Amazon.com, Inc. (AMZN) is telling its engineers to stop relying on outside AI coding assistants and switch to Kiro, the company's homegrown alternative. It's a classic case of "eat your own dog food," except the stakes involve billions in cloud revenue and Amazon's reputation in the AI arms race.
The Internal Push for Kiro
An internal memo sent to Amazon's engineering teams makes the directive clear: stop adding new third-party AI development tools, according to a Monday report from Reuters. While employees can keep using whatever external tools they already have, the company won't be supporting new ones going forward.
The memo was signed by senior executives Peter DeSantis and Dave Treadwell, who oversee AWS and e-commerce operations. Their pitch frames the move as essential for improving Kiro through real-world testing. Employees were told their feedback would help the company "aggressively improve" the tool.
Amazon confirmed the memo's authenticity to the publication.

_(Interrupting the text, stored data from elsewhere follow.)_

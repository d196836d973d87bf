//! Part specs: what the customer's drawing asks of a torsion spring, and how it is tested.

use crate::yaml::{parse_document, DocumentError};
use serde::{Deserialize, Serialize};
use std::collections::BTreeMap;
use std::fmt;
use std::str::FromStr;

/// How much a nonconformity of a characteristic matters.
#[derive(Debug, Clone, Copy, PartialEq, Eq, PartialOrd, Ord, Hash, Serialize, Deserialize)]
#[serde(rename_all = "lowercase")]
pub enum CharacteristicClass {
    /// Failure may hurt someone or stop the customer's product working.
    Critical,
    /// Failure is likely to reduce the usability of the product.
    Major,
    /// Failure is unlikely to reduce usability.
    Minor,
}

impl CharacteristicClass {
    /// All classes, most serious first.
    pub const ALL: [CharacteristicClass; 3] = [Self::Critical, Self::Major, Self::Minor];

    /// The lower-case label.
    pub fn as_str(self) -> &'static str {
        match self {
            Self::Critical => "critical",
            Self::Major => "major",
            Self::Minor => "minor",
        }
    }
}

impl fmt::Display for CharacteristicClass {
    fn fmt(&self, f: &mut fmt::Formatter<'_>) -> fmt::Result {
        f.write_str(self.as_str())
    }
}

/// The outcome of judging one characteristic or one test.
#[derive(Debug, Clone, Copy, PartialEq, Eq, PartialOrd, Ord, Hash, Serialize, Deserialize)]
#[serde(rename_all = "lowercase")]
pub enum Verdict {
    /// Inside the limits.
    Pass,
    /// Outside the limits.
    Fail,
    /// The curve does not support a verdict (reason given beside it).
    Invalid,
}

impl Verdict {
    /// The lower-case label.
    pub fn as_str(self) -> &'static str {
        match self {
            Verdict::Pass => "pass",
            Verdict::Fail => "fail",
            Verdict::Invalid => "invalid",
        }
    }

    /// Combines characteristic verdicts into a test verdict: any fail fails the
    /// test; otherwise any invalid makes it invalid.
    pub fn combine(verdicts: impl IntoIterator<Item = Verdict>) -> Verdict {
        let mut result = Verdict::Pass;
        for verdict in verdicts {
            match verdict {
                Verdict::Fail => return Verdict::Fail,
                Verdict::Invalid => result = Verdict::Invalid,
                Verdict::Pass => {}
            }
        }
        result
    }
}

impl fmt::Display for Verdict {
    fn fmt(&self, f: &mut fmt::Formatter<'_>) -> fmt::Result {
        f.write_str(self.as_str())
    }
}

/// One characteristic judged on one test.
#[derive(Debug, Clone, PartialEq, Serialize, Deserialize)]
pub struct Finding {
    /// Characteristic name, e.g. `rate`, `torque@45`, `free_angle`, or a check plugin's name.
    pub characteristic: String,
    /// Class of the characteristic.
    pub class: CharacteristicClass,
    /// Measured value (absent when it could not be measured).
    pub value: Option<f64>,
    /// Lower limit, when there is one.
    pub lower: Option<f64>,
    /// Upper limit, when there is one.
    pub upper: Option<f64>,
    /// Verdict on this characteristic.
    pub verdict: Verdict,
    /// Why, in words.
    pub message: String,
}

/// A tolerance around a nominal value.
///
/// Written in a spec as a YAML number (`0.5`: symmetric, absolute, in the characteristic's
/// own unit), a map `{plus: 5, minus: 3, percent: false}`, or a string that says what
/// its numbers are: a percentage of the nominal (`"±8%"`, `"+4%/-2%"`) or an amount in
/// the characteristic's unit (`"±0.5 N·mm/°"`, `"+20/-15 N·mm"`, `"±4°"`). A string
/// with a bare number (`"10"`, `"±10"`) is refused: a quoted number is most often a
/// percentage whose `%` was lost, and taking it as an absolute amount would widen or
/// narrow the drawing's limits without a word.
#[derive(Debug, Clone, Copy, PartialEq, Serialize, Deserialize)]
#[serde(try_from = "ToleranceText")]
pub struct Tolerance {
    /// Allowed excess above nominal (non-negative).
    pub plus: f64,
    /// Allowed shortfall below nominal (non-negative).
    pub minus: f64,
    /// Whether `plus` and `minus` are percentages of the nominal.
    pub percent: bool,
    /// The unit a string tolerance was written with, checked against its characteristic
    /// when the spec is validated; `None` for numbers, maps and percentages.
    #[serde(skip)]
    pub unit: Option<ToleranceUnit>,
}

/// The units a tolerance string may name; each characteristic accepts only its own.
#[derive(Debug, Clone, Copy, PartialEq, Eq)]
pub enum ToleranceUnit {
    /// N·mm/° (spring and secant rates).
    NmmPerDeg,
    /// N·mm (torques).
    Nmm,
    /// Degrees (angles).
    Deg,
}

impl ToleranceUnit {
    /// The unit as the reports write it.
    pub fn symbol(self) -> &'static str {
        match self {
            ToleranceUnit::NmmPerDeg => "N·mm/°",
            ToleranceUnit::Nmm => "N·mm",
            ToleranceUnit::Deg => "°",
        }
    }

    /// Reads a unit written after a tolerance's numbers (`N·mm/°`, `Nmm/deg`, `N.mm`, `°`, `deg`…).
    fn parse(text: &str) -> Option<ToleranceUnit> {
        let folded: String = text
            .chars()
            .filter(|c| !matches!(c, '·' | '.' | '*' | ' ' | '⋅'))
            .collect::<String>()
            .to_ascii_lowercase()
            .replace('°', "deg");
        match folded.as_str() {
            "nmm/deg" => Some(ToleranceUnit::NmmPerDeg),
            "nmm" => Some(ToleranceUnit::Nmm),
            "deg" => Some(ToleranceUnit::Deg),
            _ => None,
        }
    }
}

impl Tolerance {
    /// A tolerance of `plus` and `minus` (percent of the nominal when `percent`), with no unit written.
    pub fn new(plus: f64, minus: f64, percent: bool) -> Tolerance {
        Tolerance { plus, minus, percent, unit: None }
    }

    /// The limits this tolerance sets around `nominal`.
    pub fn limits(&self, nominal: f64) -> Limits {
        let scale = if self.percent { nominal.abs() / 100.0 } else { 1.0 };
        Limits { lower: Some(nominal - self.minus * scale), upper: Some(nominal + self.plus * scale) }
    }

    /// Refuses a unit written for another kind of characteristic (`±4°` on a torque).
    fn check_unit(&self, expected: ToleranceUnit) -> Result<(), String> {
        match self.unit {
            Some(unit) if unit != expected => Err(format!(
                "the tolerance is written in {} but this characteristic is in {}: write the amount in {} \
                 (e.g. `±{} {}`) or as a percentage of the nominal (e.g. `±8%`)",
                unit.symbol(),
                expected.symbol(),
                expected.symbol(),
                self.plus,
                expected.symbol()
            )),
            _ => Ok(()),
        }
    }
}

#[derive(Deserialize)]
#[serde(untagged)]
enum ToleranceText {
    Number(f64),
    Text(String),
    Map {
        plus: f64,
        minus: f64,
        #[serde(default)]
        percent: bool,
    },
}

impl TryFrom<ToleranceText> for Tolerance {
    type Error = String;
    fn try_from(raw: ToleranceText) -> Result<Self, String> {
        let tolerance = match raw {
            ToleranceText::Number(value) => Tolerance::new(value, value, false),
            ToleranceText::Text(text) => text.parse()?,
            ToleranceText::Map { plus, minus, percent } => Tolerance::new(plus, minus, percent),
        };
        if !(tolerance.plus.is_finite() && tolerance.minus.is_finite())
            || tolerance.plus < 0.0
            || tolerance.minus < 0.0
        {
            return Err("a tolerance's plus and minus must be finite and not negative".to_string());
        }
        Ok(tolerance)
    }
}

impl FromStr for Tolerance {
    type Err = String;

    fn from_str(text: &str) -> Result<Self, String> {
        let bad = || {
            format!(
                "`{text}` is not a tolerance (write e.g. `±8%`, `+4%/-2%`, `±0.5 N·mm/°`, `+20/-15 N·mm`, \
                 or an unquoted number for an amount in the characteristic's unit)"
            )
        };
        let compact: String = text.chars().filter(|c| !c.is_whitespace()).collect();
        // The unit, if any, follows the last digit or `%`.
        let numbers_end = compact.rfind(|c: char| c.is_ascii_digit() || c == '%').map_or(0, |i| i + 1);
        let (numbers, unit_text) = compact.split_at(numbers_end);
        let unit = match unit_text {
            "" => None,
            other => Some(ToleranceUnit::parse(other).ok_or_else(|| {
                format!(
                    "`{text}`: `{other}` is not a unit a tolerance can be written in (use N·mm/° for rates, \
                     N·mm for torques, ° for angles, or % of the nominal)"
                )
            })?),
        };
        let number = |part: &str| -> Result<(f64, bool), String> {
            let (digits, percent) = match part.strip_suffix('%') {
                Some(digits) => (digits, true),
                None => (part, false),
            };
            digits.parse::<f64>().map(|v| (v, percent)).map_err(|_| bad())
        };
        let symmetric = numbers
            .strip_prefix('±')
            .or_else(|| numbers.strip_prefix("+/-"))
            .or_else(|| numbers.strip_prefix("+-"));
        let tolerance = if let Some(rest) = symmetric {
            let (value, percent) = number(rest)?;
            Tolerance::new(value, value, percent)
        } else if let Some((plus, minus)) = numbers.split_once('/') {
            let plus = plus.strip_prefix('+').ok_or_else(bad)?;
            let minus = minus.strip_prefix('-').ok_or_else(bad)?;
            let (plus, plus_pct) = number(plus)?;
            let (minus, minus_pct) = number(minus)?;
            if plus_pct != minus_pct {
                return Err(format!("`{text}` mixes a percentage with an absolute value"));
            }
            Tolerance::new(plus, minus, plus_pct)
        } else {
            let (value, percent) = number(numbers)?;
            Tolerance::new(value, value, percent)
        };
        match (tolerance.percent, unit) {
            (true, Some(unit)) => Err(format!(
                "`{text}` gives both a percentage and a unit ({}); write one of them",
                unit.symbol()
            )),
            (false, None) => Err(format!(
                "`{text}` has no unit and no `%`: a number in quotes is ambiguous (it is often a percentage \
                 whose `%` was lost). Write `±{0}%` for a percentage of the nominal, the amount with the \
                 characteristic's unit (e.g. `±{0} N·mm/°` for a rate, `±{0} N·mm` for a torque, `±{0}°` for \
                 an angle), or an unquoted number `{0}` for an amount in the characteristic's unit",
                tolerance.plus
            )),
            _ => Ok(Tolerance { unit, ..tolerance }),
        }
    }
}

The Irony of Billion-Dollar Partnerships
Here's where it gets interesting: Amazon is discouraging use of tools like OpenAI's Codex, Anthropic's Claude Code, and Cursor, even though the company has invested billions in Anthropic and recently expanded a multiyear cloud partnership with OpenAI. It's not exactly a vote of confidence when you're bankrolling someone but won't let your own team use their products.
The directive reflects Amazon's broader effort to shake off the perception that it's trailing behind OpenAI and Alphabet Inc.'s (GOOGL) (GOOG) Google in the race to develop cutting-edge AI tools. When you're Amazon Web Services, being seen as a fast follower rather than a leader stings.
For context, Amazon reported third-quarter net sales of $180.2 billion in October, marking a 13% year-over-year increase and beating analyst expectations of $177.8 billion. The company remains in solid financial shape, with long-term momentum intact even as short- and mid-term indicators show some cooling.